:: EXERCISE DIRECTIONS ::
Copy out each line of the data that includes the string "delete".

━━ AVAILABLE DATA

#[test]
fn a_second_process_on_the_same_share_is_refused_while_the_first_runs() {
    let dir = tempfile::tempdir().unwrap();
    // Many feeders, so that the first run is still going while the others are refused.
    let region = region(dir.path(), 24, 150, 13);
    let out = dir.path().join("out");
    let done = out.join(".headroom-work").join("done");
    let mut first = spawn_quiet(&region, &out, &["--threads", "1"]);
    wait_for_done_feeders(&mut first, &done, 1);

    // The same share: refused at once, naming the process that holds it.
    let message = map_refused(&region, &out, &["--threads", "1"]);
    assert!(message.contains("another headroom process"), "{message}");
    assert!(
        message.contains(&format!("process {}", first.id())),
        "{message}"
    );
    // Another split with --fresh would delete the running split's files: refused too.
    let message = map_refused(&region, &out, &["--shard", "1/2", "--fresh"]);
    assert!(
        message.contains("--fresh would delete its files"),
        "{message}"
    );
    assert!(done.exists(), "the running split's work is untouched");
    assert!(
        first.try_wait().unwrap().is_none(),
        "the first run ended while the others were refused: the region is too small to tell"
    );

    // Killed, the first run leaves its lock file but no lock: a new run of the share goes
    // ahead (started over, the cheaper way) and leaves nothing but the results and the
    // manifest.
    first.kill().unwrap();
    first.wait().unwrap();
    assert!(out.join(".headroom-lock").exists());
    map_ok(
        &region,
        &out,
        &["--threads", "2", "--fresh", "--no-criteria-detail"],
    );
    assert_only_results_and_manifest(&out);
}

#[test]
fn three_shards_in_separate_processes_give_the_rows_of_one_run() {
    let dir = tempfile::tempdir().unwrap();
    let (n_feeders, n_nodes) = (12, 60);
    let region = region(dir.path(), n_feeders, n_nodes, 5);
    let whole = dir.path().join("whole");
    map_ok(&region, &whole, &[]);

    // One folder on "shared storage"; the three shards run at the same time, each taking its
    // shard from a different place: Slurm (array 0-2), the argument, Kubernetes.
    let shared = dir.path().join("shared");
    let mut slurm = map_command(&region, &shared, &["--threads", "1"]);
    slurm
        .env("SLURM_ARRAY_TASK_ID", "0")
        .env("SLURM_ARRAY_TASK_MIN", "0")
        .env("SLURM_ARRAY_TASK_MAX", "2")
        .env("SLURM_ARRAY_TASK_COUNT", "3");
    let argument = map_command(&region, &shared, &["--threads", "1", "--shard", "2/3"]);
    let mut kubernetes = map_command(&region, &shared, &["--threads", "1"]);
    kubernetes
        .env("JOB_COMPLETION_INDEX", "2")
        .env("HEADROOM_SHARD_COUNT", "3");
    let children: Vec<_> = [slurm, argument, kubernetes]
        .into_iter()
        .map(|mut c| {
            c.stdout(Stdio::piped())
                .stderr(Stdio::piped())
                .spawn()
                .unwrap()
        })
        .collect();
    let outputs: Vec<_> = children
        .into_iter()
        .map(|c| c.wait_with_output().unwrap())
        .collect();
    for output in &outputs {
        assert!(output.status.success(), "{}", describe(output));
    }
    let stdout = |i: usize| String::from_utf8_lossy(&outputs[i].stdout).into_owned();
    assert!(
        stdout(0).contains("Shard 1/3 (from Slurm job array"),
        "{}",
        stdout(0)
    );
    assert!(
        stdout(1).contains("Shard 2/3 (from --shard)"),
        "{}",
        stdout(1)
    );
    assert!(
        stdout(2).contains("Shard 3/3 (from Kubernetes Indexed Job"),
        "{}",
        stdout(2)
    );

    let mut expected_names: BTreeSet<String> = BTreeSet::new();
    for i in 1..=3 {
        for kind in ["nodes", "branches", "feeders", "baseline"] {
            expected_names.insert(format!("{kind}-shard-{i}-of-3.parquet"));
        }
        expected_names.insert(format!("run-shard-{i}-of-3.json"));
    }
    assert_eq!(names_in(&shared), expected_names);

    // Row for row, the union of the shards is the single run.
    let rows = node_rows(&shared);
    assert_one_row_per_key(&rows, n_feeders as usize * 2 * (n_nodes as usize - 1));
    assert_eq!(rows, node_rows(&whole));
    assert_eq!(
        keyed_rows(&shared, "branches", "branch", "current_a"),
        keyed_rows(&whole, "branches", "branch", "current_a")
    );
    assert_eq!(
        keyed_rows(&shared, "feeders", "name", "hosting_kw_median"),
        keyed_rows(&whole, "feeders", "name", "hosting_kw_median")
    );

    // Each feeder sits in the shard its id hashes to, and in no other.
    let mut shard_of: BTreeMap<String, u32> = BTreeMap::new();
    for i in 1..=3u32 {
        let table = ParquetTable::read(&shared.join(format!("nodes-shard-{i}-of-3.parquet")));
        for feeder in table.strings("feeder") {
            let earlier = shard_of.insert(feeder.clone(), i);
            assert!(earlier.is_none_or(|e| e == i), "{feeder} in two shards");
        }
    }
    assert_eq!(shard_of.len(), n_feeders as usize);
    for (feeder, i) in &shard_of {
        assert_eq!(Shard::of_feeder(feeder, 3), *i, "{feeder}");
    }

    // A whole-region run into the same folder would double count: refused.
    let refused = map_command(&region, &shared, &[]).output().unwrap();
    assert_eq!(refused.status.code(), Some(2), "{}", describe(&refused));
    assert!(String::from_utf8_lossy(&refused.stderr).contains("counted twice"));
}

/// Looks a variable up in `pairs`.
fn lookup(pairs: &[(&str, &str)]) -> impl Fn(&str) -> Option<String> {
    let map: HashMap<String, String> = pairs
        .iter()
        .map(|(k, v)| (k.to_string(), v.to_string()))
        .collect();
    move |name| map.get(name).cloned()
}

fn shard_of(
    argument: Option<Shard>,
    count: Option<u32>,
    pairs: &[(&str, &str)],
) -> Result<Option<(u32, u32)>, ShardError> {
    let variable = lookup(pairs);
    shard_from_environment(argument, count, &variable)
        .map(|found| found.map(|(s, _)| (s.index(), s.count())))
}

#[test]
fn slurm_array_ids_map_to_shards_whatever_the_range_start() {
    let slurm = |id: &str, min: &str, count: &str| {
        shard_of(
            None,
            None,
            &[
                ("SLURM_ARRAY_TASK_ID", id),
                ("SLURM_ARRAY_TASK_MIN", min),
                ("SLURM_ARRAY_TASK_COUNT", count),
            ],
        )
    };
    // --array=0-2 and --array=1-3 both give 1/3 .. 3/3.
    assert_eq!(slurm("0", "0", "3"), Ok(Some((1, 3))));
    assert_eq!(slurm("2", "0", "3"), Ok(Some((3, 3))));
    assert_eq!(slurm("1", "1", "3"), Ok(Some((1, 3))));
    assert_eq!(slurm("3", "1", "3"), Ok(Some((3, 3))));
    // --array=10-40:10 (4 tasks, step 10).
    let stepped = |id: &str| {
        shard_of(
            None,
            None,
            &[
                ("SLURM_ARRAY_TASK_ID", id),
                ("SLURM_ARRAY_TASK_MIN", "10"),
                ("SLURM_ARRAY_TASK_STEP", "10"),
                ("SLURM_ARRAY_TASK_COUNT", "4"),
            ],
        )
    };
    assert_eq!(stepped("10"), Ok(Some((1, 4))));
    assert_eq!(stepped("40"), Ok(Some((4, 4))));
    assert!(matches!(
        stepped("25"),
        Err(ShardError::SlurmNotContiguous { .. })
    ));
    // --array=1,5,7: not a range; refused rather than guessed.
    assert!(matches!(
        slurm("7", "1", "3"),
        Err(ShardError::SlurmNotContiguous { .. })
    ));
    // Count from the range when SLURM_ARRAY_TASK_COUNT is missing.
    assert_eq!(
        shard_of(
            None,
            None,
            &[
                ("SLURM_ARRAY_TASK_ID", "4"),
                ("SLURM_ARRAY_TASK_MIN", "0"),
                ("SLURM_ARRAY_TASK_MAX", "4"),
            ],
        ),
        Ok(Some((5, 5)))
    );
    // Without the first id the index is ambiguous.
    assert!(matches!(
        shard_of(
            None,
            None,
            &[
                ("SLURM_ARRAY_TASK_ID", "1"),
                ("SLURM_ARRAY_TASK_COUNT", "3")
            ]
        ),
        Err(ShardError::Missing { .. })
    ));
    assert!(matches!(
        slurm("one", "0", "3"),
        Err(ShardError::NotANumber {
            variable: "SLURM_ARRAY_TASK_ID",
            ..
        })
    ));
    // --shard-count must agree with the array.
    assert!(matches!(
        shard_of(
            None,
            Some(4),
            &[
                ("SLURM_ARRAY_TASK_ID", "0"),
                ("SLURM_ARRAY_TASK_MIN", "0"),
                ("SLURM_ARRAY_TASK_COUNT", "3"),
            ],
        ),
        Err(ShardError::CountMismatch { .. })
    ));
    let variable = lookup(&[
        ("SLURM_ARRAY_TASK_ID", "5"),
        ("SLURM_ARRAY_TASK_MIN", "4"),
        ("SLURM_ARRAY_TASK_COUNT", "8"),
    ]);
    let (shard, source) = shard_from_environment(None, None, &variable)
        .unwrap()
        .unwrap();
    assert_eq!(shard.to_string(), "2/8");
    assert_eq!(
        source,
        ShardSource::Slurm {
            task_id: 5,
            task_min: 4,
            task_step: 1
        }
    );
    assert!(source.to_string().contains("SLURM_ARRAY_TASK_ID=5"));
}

━━━━

:: PROBLEM SOLUTION ::
    // Another split with --fresh would delete the running split's files: refused too.
        message.contains("--fresh would delete its files"),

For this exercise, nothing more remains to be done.